Politicians react to gasoline prices because the quantity demanded is not very responsive to prices in the short run. Thus, when prices rise because of a demand surge or a shock to production or distribution, the immediate consequence is only a small secondary increase in the quantity supplied, a slight mitigation in the quantity demanded, and a large transfer of income from numerous consumers (also called voters) to far fewer producers. And because these producers are not farmers (culturally admired) but oil companies (culturally despised ever since Standard Oil) voters and politicians react.

The first reaction is to blame OPEC. Officials and the public largely blamed OPEC and the “oil embargo” for the 1970s “oil shock.” OPEC was originally blamed last fall when gasoline prices started to increase. Prices continued to increase, and elections are on the horizon, so blaming companies for “price gouging” is now the response of the day.

The good news is that the direct price controls of the past appear to be dead and buried. Even though the public and officials blame the 1970s gas lines and rationing on OPEC and the “embargo,” economists have concluded that our troubles were the result of price controls imposed by President Nixon on large oil companies leading to significant shortages.

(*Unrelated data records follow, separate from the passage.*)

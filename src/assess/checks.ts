// The case's criteria as checks with value, limit and slack (case-format contract): slack is how far
// a check is from failing as a fraction of its limit, on flows for flow checks and on depths above
// pond.bottom for elevation checks; negative when the check fails.
import type { Case, Outlet } from "../case/model.js";
import type { StormRouting } from "../routing/routeCase.js";

export type CheckKind = "peak-upper" | "peak-lower" | "freeboard" | "spillway-dry" | "drawdown" | "overtopping";

export interface Check {
  name: string;
  kind: CheckKind;
  storm: string;
  passed: boolean;
  /** SI: m3/s for peaks, m (elevation) for stages, hours for drawdown; null when not reached. */
  value: number | null;
  limit: number;
  slack: number;
}

/** Slack of an upper limit measured on depths above a datum (elevation checks). */
function depthSlack(value: number, limit: number, datum: number): number {
  const limitDepth = Math.max(limit - datum, 1e-9);
  return (limitDepth - (value - datum)) / limitDepth;
}

export function evaluateChecks(c: Case, outlet: Outlet, storms: readonly StormRouting[]): Check[] {
  const checks: Check[] = [];
  const bottom = c.pond.bottom;
  const { over, under } = c.criteria;
  for (const { storm, result } of storms) {
    if (storm.target === null) continue;
    const upper = storm.target * (1 + over);
    const peak = result.peakOutflow;
    const upperSlack = upper > 0 ? (upper - peak) / upper : peak > 0 ? -1 : 0;
    checks.push({
      name: `${storm.name} peak within upper band`,
      kind: "peak-upper",
      storm: storm.name,
      passed: upperSlack >= -1e-12,
      value: peak,
      limit: upper,
      slack: upperSlack,
    });
    const lower = storm.target * (1 - under);
    if (lower > 0) {
      const lowerSlack = (peak - lower) / lower;
      checks.push({
        name: `${storm.name} peak within lower band`,
        kind: "peak-lower",
        storm: storm.name,
        passed: lowerSlack >= -1e-12,
        value: peak,
        limit: lower,
        slack: lowerSlack,
      });
    }
  }
  const freeboard = storms.find((s) => s.storm.name === c.criteria.freeboardStorm);
  if (freeboard) {
    const limit = c.pond.top - c.criteria.freeboardDepth;
    const slack = depthSlack(freeboard.result.maxStage, limit, bottom);
    checks.push({
      name: `${freeboard.storm.name} freeboard`,
      kind: "freeboard",
      storm: freeboard.storm.name,
      passed: slack >= -1e-12,
      value: freeboard.result.maxStage,
      limit,
      slack,
    });
  }
  if (outlet.spillway) {
    for (const { storm, result } of storms) {
      if (storm.returnPeriod > c.criteria.spillwayDryThrough) continue;
      const slack = depthSlack(result.maxStage, outlet.spillway.crest, bottom);
      checks.push({
        name: `${storm.name} spillway dry`,
        kind: "spillway-dry",
        storm: storm.name,
        passed: slack >= -1e-12,
        value: result.maxStage,
        limit: outlet.spillway.crest,
        slack,
      });
    }
  }
  const hours = c.criteria.drawdownHours;
  if (hours !== null) {
    for (const { storm, result } of storms) {
      const value = result.drawdownTime === null ? null : result.drawdownTime / 3600;
      const slack = value === null ? -1 : (hours - value) / hours;
      checks.push({
        name: `${storm.name} drawdown`,
        kind: "drawdown",
        storm: storm.name,
        passed: slack >= -1e-12,
        value,
        limit: hours,
        slack,
      });
    }
  }
  for (const { storm, result } of storms) {
    const slack = depthSlack(result.maxStage, c.pond.top, bottom);
    checks.push({
      name: `${storm.name} no overtopping`,
      kind: "overtopping",
      storm: storm.name,
      passed: slack >= -1e-12,
      value: result.maxStage,
      limit: c.pond.top,
      slack,
    });
  }
  return checks;
}

/** The check with the least slack. */
export function bindingCheck(checks: readonly Check[]): Check | undefined {
  let best: Check | undefined;
  for (const check of checks) if (!best || check.slack < best.slack) best = check;
  return best;
}
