// The case's criteria as checks with value, limit and slack (case-format contract): slack is how far
// a check is from failing as a fraction of its limit, on flows for flow checks and on depths above
// pond.bottom for elevation checks; negative when the check fails. Each kind of check is one rule
// in ./rules/; this file runs the registry.
import type { Case, Outlet } from "../case/model.js";
import type { StormRouting } from "../routing/routeCase.js";
import { RULES, ruleOf } from "./rules/registry.js";
import type { Check } from "./rules/rule.js";

export type { Check, CheckKind } from "./rules/rule.js";

export function evaluateChecks(c: Case, outlet: Outlet, storms: readonly StormRouting[]): Check[] {
  const checks: Check[] = [];
  const input = { case: c, outlet, routings: { design: storms } };
  for (const rule of RULES) rule.evaluate(input, checks);
  // Flow checks are listed storm by storm (upper then lower), the others rule by rule.
  const stormIndex = new Map(storms.map((s, i) => [s.storm.name, i]));
  const group = (check: Check) => (ruleOf(check).quantity === "flow" ? stormIndex.get(check.storm)! : storms.length + RULES.indexOf(ruleOf(check)));
  return checks.sort((a, b) => group(a) - group(b));
}

/** The check with the least slack. */
export function bindingCheck(checks: readonly Check[]): Check | undefined {
  let best: Check | undefined;
  for (const check of checks) if (!best || check.slack < best.slack) best = check;
  return best;
}
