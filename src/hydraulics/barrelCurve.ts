// The barrel's performance curve: headwater above the inlet invert against flow, tabulated once per
// barrel and downstream level (free outfall or a constant tailwater elevation), so that the chamber
// solve at every stage of a rating costs a table look-up instead of an HDS-5 evaluation with a
// backwater profile.
//
// Nodes: flows evenly spaced in ln x, x = Ku Q/(A D^0.5) from 1e-5 to 400 (far beyond any pond:
// the submerged form's HW/D is some 60 at x = 40), so densest at low flow, plus both sides of each
// flow at which the barrel's slope is critical. Wherever the governing formula changes between two
// nodes (inlet or outlet control, HDS-5 form, ho, profile type, approximation, blend or profile) a
// node pair is placed at the change, found by bisection to 1e-7 of the flow, so that no kink or
// step of HW(Q) falls inside an interval. Where the exact headwater is not monotone between nodes
// the interval is halved a few times to see its shape.
//
// Monotone: the headwater is made non-decreasing by its running maximum (the exact HW may dip where
// a steep barrel's drowned inlet gives way to a jump in the barrel, or inside the blend; see
// barrel.ts), with a node where the exact HW climbs back to the held level.
//
// Between two nodes HW is linear in Q, or its rise above the zero-flow headwater is a power of Q
// (HW rises like Q^(2/3) at small flows and like Q^2 against a drowned outlet, where it is nearly
// level and a straight line would misplace the flow). Each interval takes the one that fits the
// exact headwater better at a third and two thirds of it (in ln Q), and is split there until that
// one misplaces the flow by no more than 0.01 %. The inverse follows the same segments. Beyond the
// last node the exact functions are used.
import type { Barrel } from "../model.js";
import { barrelHeadwater, barrelPoint, exactBarrelFlow, flowParameter } from "./barrel.js";
import { criticalSlopeFlows } from "./normalDepth.js";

Congress also appears to have learned that real price controls are a terrible idea. Tasking the FTC with investigating mischief in the price-setting process is instead the bipartisan preferred solution of late. After Hurricane Katrina reduced oil production in the Gulf of Mexico, the Republican-controlled House passed anti-price gouging legislation in October 2005. The bill gave the Federal Trade Commission the power to define price gouging and empowered the agency to impose fines of $11,000 a day on companies found to be gouging the public. The bill got 57 votes in the Senate but failed to get the 60 required to overcome the filibuster. In 2006, despite the failure of the legislation, the FTC issued a report that found that the post-Katrina price increases were not the result of price manipulation.

The current Democratic proposal can be seen as the most recent instance of this, by now, standard political response. It may pass the House but will surely die in the Senate as in 2005. The FTC probably will issue a report, especially now that the commission has a Democratic majority in place. And the majority will be under pressure to blame the oil companies. We predict an interesting conflict between the staff and the commissioners about the content of the report. If it is not as economically sound as the 2006 report, that will signal a sad loss of intellectual integrity on the part of the staff, but the hopeful outcome is that the FTC will stop there and direct price controls remain off the agenda.

If passed, of course, anti-price gouging laws such as this would introduce new uncertainty for wholesalers and retailers. They would face the additional legal prospect of having to prove a demand surge was a mitigating factor for increasing prices and are only offered an affirmative defense if they can show that their price hike is the result of a cost explosion. On the margin, these additional threats would likely suppress price hikes somewhat, leading to some of the shortage effects and inefficiencies during emergencies we have previously discussed. Given the context of an already-tumultuous energy squeeze, though, this bill should be understood as an effort by politicians to “do something” on gas prices. History shows that “something” could be worse still.